# [SUPPLIED ENTRIES]
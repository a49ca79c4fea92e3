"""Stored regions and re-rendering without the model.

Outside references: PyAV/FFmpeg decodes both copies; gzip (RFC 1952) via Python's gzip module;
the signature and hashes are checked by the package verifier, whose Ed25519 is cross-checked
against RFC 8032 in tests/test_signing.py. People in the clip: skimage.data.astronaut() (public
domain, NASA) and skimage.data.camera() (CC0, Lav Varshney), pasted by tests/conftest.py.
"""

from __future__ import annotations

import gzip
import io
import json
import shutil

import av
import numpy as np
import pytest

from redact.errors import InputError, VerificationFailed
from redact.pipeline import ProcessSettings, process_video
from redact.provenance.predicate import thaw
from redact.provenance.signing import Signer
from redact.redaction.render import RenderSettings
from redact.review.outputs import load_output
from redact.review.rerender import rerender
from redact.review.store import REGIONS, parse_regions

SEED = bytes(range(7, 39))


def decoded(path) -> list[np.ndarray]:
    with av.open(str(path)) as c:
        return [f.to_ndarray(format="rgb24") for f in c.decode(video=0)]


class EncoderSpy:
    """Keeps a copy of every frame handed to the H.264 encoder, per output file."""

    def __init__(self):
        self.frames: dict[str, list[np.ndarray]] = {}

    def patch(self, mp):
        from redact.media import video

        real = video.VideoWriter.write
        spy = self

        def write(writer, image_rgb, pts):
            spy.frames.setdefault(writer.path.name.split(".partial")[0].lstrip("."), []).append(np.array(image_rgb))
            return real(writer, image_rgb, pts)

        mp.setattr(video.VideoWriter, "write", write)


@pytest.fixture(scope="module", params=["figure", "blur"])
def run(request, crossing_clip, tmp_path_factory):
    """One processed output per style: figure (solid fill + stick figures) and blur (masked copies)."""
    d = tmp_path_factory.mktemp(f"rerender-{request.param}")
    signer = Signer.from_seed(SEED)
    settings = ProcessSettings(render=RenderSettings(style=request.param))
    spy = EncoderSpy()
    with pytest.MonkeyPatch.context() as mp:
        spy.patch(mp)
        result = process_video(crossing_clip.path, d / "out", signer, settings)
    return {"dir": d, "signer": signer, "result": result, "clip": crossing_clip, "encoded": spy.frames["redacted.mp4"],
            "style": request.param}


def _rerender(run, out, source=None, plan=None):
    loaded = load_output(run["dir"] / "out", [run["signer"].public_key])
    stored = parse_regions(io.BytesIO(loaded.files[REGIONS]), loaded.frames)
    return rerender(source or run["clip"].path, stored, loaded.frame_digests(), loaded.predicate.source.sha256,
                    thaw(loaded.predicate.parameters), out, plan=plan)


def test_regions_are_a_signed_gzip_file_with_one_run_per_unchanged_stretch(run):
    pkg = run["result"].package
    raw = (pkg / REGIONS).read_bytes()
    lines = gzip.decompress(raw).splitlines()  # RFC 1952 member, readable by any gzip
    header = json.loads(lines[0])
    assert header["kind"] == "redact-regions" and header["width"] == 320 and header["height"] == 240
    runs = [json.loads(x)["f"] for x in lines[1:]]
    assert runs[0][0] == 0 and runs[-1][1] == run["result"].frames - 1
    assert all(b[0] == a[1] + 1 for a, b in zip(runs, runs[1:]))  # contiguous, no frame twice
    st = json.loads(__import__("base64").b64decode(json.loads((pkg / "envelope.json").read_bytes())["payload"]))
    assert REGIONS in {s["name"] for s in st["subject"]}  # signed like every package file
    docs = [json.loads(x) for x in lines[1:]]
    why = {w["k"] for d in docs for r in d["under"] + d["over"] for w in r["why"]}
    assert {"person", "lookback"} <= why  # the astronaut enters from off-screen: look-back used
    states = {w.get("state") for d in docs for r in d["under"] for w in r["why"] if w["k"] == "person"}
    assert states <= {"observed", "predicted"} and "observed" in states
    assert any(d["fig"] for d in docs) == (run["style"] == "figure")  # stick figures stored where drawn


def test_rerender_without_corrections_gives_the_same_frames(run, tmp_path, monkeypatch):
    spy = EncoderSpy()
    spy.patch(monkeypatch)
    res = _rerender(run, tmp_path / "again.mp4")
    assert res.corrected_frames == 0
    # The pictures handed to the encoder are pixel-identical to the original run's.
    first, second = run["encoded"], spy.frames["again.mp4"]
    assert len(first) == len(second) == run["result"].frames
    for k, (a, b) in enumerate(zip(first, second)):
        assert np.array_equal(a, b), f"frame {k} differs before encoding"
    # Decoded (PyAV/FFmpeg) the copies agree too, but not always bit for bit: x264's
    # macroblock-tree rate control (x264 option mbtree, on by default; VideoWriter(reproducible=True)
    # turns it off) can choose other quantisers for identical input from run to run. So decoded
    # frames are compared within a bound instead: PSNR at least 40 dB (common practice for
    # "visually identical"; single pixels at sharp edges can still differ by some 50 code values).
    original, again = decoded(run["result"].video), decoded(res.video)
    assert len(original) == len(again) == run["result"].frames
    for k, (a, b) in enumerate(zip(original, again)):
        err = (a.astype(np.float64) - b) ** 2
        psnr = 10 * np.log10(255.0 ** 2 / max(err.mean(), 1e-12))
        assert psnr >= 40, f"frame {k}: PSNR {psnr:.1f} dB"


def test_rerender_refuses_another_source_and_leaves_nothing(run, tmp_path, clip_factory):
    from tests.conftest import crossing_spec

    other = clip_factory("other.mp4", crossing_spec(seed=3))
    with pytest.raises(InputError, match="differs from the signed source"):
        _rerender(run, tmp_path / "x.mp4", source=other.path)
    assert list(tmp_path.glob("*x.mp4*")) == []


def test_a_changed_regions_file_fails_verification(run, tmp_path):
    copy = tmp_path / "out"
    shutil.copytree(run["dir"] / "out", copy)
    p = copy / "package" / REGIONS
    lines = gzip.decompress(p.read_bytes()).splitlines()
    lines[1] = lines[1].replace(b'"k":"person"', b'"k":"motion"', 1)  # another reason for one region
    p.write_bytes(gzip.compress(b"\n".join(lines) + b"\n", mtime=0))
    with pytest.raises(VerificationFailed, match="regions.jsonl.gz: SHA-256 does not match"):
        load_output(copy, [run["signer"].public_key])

# [REQUIRED ACTION]
Exactly as they appear above, print all the entries.

# [EXERCISE OUTPUT]
repository a49ca79c4fea92e3
"""Stored regions and re-rendering without the model.

Outside references: PyAV/FFmpeg decodes both copies; gzip (RFC 1952) via Python's gzip module;
the signature and hashes are checked by the package verifier, whose Ed25519 is cross-checked
against RFC 8032 in tests/test_signing.py. People in the clip: skimage.data.astronaut() (public
domain, NASA) and skimage.data.camera() (CC0, Lav Varshney), pasted by tests/conftest.py.
"""

from __future__ import annotations

import gzip
import io
import json
import shutil

import av
import numpy as np
import pytest

from redact.errors import InputError, VerificationFailed
from redact.pipeline import ProcessSettings, process_video
from redact.provenance.predicate import thaw
from redact.provenance.signing import Signer
from redact.redaction.render import RenderSettings
from redact.review.outputs import load_output
from redact.review.rerender import rerender
from redact.review.store import REGIONS, parse_regions

SEED = bytes(range(7, 39))


def decoded(path) -> list[np.ndarray]:
    with av.open(str(path)) as c:
        return [f.to_ndarray(format="rgb24") for f in c.decode(video=0)]


class EncoderSpy:
    """Keeps a copy of every frame handed to the H.264 encoder, per output file."""

    def __init__(self):
        self.frames: dict[str, list[np.ndarray]] = {}

    def patch(self, mp):
        from redact.media import video

        real = video.VideoWriter.write
        spy = self

        def write(writer, image_rgb, pts):
            spy.frames.setdefault(writer.path.name.split(".partial")[0].lstrip("."), []).append(np.array(image_rgb))
            return real(writer, image_rgb, pts)

        mp.setattr(video.VideoWriter, "write", write)


@pytest.fixture(scope="module", params=["figure", "blur"])
def run(request, crossing_clip, tmp_path_factory):
    """One processed output per style: figure (solid fill + stick figures) and blur (masked copies)."""
    d = tmp_path_factory.mktemp(f"rerender-{request.param}")
    signer = Signer.from_seed(SEED)
    settings = ProcessSettings(render=RenderSettings(style=request.param))
    spy = EncoderSpy()
    with pytest.MonkeyPatch.context() as mp:
        spy.patch(mp)
        result = process_video(crossing_clip.path, d / "out", signer, settings)
    return {"dir": d, "signer": signer, "result": result, "clip": crossing_clip, "encoded": spy.frames["redacted.mp4"],
            "style": request.param}


def _rerender(run, out, source=None, plan=None):
    loaded = load_output(run["dir"] / "out", [run["signer"].public_key])
    stored = parse_regions(io.BytesIO(loaded.files[REGIONS]), loaded.frames)
    return rerender(source or run["clip"].path, stored, loaded.frame_digests(), loaded.predicate.source.sha256,
                    thaw(loaded.predicate.parameters), out, plan=plan)


def test_regions_are_a_signed_gzip_file_with_one_run_per_unchanged_stretch(run):
    pkg = run["result"].package
    raw = (pkg / REGIONS).read_bytes()
    lines = gzip.decompress(raw).splitlines()  # RFC 1952 member, readable by any gzip
    header = json.loads(lines[0])
    assert header["kind"] == "redact-regions" and header["width"] == 320 and header["height"] == 240
    runs = [json.loads(x)["f"] for x in lines[1:]]
    assert runs[0][0] == 0 and runs[-1][1] == run["result"].frames - 1
    assert all(b[0] == a[1] + 1 for a, b in zip(runs, runs[1:]))  # contiguous, no frame twice
    st = json.loads(__import__("base64").b64decode(json.loads((pkg / "envelope.json").read_bytes())["payload"]))
    assert REGIONS in {s["name"] for s in st["subject"]}  # signed like every package file
    docs = [json.loads(x) for x in lines[1:]]
    why = {w["k"] for d in docs for r in d["under"] + d["over"] for w in r["why"]}
    assert {"person", "lookback"} <= why  # the astronaut enters from off-screen: look-back used
    states = {w.get("state") for d in docs for r in d["under"] for w in r["why"] if w["k"] == "person"}
    assert states <= {"observed", "predicted"} and "observed" in states
    assert any(d["fig"] for d in docs) == (run["style"] == "figure")  # stick figures stored where drawn


def test_rerender_without_corrections_gives_the_same_frames(run, tmp_path, monkeypatch):
    spy = EncoderSpy()
    spy.patch(monkeypatch)
    res = _rerender(run, tmp_path / "again.mp4")
    assert res.corrected_frames == 0
    # The pictures handed to the encoder are pixel-identical to the original run's.
    first, second = run["encoded"], spy.frames["again.mp4"]
    assert len(first) == len(second) == run["result"].frames
    for k, (a, b) in enumerate(zip(first, second)):
        assert np.array_equal(a, b), f"frame {k} differs before encoding"
    # Decoded (PyAV/FFmpeg) the copies agree too, but not always bit for bit: x264's
    # macroblock-tree rate control (x264 option mbtree, on by default; VideoWriter(reproducible=True)
    # turns it off) can choose other quantisers for identical input from run to run. So decoded
    # frames are compared within a bound instead: PSNR at least 40 dB (common practice for
    # "visually identical"; single pixels at sharp edges can still differ by some 50 code values).
    original, again = decoded(run["result"].video), decoded(res.video)
    assert len(original) == len(again) == run["result"].frames
    for k, (a, b) in enumerate(zip(original, again)):
        err = (a.astype(np.float64) - b) ** 2
        psnr = 10 * np.log10(255.0 ** 2 / max(err.mean(), 1e-12))
        assert psnr >= 40, f"frame {k}: PSNR {psnr:.1f} dB"


def test_rerender_refuses_another_source_and_leaves_nothing(run, tmp_path, clip_factory):
    from tests.conftest import crossing_spec

    other = clip_factory("other.mp4", crossing_spec(seed=3))
    with pytest.raises(InputError, match="differs from the signed source"):
        _rerender(run, tmp_path / "x.mp4", source=other.path)
    assert list(tmp_path.glob("*x.mp4*")) == []


def test_a_changed_regions_file_fails_verification(run, tmp_path):
    copy = tmp_path / "out"
    shutil.copytree(run["dir"] / "out", copy)
    p = copy / "package" / REGIONS
    lines = gzip.decompress(p.read_bytes()).splitlines()
    lines[1] = lines[1].replace(b'"k":"person"', b'"k":"motion"', 1)  # another reason for one region
    p.write_bytes(gzip.compress(b"\n".join(lines) + b"\n", mtime=0))
    with pytest.raises(VerificationFailed, match="regions.jsonl.gz: SHA-256 does not match"):
        load_output(copy, [run["signer"].public_key])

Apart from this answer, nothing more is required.